**The data:**
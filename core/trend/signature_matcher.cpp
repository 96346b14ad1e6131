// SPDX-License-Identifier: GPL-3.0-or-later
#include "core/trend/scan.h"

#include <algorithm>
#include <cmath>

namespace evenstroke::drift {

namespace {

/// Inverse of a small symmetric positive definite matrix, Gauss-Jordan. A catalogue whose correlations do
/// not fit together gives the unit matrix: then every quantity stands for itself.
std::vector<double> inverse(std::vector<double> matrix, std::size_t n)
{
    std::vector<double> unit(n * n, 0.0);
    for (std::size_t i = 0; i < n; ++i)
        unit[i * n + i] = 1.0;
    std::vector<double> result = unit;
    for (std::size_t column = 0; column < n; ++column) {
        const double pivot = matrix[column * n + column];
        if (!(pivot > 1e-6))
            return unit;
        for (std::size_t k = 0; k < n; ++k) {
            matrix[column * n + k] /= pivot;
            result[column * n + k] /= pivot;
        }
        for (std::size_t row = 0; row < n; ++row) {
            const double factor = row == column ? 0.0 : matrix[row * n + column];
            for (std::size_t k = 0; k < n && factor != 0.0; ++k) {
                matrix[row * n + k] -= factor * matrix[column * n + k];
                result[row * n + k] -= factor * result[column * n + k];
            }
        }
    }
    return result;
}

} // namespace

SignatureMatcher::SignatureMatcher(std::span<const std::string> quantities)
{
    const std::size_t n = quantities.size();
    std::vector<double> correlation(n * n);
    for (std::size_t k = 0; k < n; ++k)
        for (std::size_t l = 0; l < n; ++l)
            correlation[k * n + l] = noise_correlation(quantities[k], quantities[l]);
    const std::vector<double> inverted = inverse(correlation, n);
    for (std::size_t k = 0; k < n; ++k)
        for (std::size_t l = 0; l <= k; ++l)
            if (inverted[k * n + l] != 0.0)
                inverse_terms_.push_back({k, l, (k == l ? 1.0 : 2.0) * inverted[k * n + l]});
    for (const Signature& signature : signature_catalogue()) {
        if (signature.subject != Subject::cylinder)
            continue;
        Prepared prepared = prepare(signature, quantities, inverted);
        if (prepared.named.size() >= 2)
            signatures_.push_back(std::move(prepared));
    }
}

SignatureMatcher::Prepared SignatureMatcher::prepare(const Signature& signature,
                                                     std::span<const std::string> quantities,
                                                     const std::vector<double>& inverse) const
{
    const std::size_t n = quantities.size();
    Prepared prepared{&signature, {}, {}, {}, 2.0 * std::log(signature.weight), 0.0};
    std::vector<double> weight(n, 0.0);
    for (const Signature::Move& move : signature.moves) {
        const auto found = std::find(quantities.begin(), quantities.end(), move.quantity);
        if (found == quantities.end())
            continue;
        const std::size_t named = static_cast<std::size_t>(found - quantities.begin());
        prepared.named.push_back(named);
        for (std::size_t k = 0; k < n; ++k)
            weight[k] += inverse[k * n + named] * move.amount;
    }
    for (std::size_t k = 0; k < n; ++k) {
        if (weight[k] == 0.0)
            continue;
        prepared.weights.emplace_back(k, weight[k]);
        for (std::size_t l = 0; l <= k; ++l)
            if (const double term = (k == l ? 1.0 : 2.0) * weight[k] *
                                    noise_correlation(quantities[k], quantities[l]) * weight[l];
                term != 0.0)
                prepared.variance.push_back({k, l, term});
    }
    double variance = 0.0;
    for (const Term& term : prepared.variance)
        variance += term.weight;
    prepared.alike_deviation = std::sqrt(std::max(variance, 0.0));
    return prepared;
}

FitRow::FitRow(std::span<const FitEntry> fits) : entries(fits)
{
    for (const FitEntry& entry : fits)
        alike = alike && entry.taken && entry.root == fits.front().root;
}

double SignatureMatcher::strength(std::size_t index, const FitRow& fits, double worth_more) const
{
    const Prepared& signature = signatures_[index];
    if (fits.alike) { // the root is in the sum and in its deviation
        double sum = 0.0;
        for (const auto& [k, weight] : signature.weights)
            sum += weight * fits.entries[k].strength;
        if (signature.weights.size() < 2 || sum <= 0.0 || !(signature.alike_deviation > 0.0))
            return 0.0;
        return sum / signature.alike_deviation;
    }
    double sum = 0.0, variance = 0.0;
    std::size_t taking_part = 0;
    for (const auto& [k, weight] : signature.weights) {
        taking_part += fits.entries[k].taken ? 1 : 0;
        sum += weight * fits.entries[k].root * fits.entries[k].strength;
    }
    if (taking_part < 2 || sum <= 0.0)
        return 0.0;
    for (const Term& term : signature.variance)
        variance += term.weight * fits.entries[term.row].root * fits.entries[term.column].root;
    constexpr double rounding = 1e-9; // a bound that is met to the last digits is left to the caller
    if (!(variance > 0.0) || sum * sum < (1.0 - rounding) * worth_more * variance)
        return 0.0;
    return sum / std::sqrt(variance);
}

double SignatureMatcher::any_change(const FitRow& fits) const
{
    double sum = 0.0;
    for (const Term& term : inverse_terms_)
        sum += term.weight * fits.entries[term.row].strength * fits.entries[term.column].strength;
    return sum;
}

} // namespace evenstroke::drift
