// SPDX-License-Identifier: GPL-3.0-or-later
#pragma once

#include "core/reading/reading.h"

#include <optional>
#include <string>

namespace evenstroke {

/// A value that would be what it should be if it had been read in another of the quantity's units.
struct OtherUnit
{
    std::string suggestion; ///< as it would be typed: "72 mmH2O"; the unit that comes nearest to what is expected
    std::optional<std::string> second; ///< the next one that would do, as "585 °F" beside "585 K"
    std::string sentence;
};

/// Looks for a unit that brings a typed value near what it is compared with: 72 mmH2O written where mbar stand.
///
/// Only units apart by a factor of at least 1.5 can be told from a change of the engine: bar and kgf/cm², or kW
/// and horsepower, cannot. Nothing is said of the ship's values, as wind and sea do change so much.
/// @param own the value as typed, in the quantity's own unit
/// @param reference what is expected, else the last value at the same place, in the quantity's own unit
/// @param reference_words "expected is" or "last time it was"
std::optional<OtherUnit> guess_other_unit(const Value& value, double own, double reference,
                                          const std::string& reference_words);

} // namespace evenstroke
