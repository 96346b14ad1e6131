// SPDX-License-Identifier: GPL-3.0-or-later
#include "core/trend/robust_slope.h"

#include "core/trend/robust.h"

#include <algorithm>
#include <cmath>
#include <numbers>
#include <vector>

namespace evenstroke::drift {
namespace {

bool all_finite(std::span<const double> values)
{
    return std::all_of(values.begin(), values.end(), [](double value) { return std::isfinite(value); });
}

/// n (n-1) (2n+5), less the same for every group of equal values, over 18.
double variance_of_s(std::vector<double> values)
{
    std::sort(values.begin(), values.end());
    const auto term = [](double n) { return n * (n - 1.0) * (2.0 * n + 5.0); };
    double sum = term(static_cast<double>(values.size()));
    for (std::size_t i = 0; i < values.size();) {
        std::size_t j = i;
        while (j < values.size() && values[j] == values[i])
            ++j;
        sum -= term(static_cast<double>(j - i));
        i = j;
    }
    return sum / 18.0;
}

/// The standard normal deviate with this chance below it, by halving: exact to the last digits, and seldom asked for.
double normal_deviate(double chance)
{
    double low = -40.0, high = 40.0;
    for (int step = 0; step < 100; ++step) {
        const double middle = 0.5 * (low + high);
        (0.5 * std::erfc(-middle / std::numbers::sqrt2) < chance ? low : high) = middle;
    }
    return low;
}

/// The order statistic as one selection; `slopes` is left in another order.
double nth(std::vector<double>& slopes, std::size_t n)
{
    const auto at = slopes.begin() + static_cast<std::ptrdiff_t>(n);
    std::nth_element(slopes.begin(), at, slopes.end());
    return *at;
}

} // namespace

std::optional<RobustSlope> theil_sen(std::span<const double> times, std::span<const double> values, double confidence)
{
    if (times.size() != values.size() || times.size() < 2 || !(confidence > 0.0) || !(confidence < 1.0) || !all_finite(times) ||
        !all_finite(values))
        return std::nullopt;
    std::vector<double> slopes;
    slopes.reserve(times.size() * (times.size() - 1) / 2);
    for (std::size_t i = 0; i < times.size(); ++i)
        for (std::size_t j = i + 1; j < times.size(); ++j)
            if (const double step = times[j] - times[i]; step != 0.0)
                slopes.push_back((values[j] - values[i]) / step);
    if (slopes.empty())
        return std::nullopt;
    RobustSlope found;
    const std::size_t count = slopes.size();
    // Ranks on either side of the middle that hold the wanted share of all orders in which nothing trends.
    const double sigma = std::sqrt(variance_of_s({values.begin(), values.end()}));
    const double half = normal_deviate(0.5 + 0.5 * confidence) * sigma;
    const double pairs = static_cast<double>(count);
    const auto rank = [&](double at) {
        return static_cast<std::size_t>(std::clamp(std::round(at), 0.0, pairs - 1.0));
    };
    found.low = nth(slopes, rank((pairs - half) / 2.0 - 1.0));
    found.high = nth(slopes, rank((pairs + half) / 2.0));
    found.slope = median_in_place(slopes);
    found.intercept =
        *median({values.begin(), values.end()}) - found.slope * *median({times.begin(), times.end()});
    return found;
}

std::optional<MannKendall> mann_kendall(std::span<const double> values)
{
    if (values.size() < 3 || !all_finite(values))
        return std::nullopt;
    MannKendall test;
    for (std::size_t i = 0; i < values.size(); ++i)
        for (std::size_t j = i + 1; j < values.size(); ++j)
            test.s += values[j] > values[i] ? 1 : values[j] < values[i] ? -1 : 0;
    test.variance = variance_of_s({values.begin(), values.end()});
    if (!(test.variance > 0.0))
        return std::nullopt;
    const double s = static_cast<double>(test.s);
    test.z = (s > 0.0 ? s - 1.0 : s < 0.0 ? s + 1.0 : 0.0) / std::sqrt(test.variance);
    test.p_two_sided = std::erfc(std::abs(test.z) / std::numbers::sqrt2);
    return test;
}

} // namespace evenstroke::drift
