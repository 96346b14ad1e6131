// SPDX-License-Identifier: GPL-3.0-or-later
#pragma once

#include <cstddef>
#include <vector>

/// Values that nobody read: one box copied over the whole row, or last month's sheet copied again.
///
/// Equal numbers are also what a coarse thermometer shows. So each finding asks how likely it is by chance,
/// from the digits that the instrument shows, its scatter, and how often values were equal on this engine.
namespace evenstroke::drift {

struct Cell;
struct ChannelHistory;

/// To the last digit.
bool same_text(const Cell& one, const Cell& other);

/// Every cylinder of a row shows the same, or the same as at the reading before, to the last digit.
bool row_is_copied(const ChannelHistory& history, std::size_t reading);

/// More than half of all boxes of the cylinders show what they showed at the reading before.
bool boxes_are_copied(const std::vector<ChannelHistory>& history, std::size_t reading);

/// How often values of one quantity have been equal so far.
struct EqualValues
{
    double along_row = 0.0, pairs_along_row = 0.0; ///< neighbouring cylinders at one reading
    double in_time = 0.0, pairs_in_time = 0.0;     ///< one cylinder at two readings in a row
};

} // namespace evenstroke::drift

**Exercise:** If a line in the entries above includes "often", count it; report the total alone.

**Response:** 2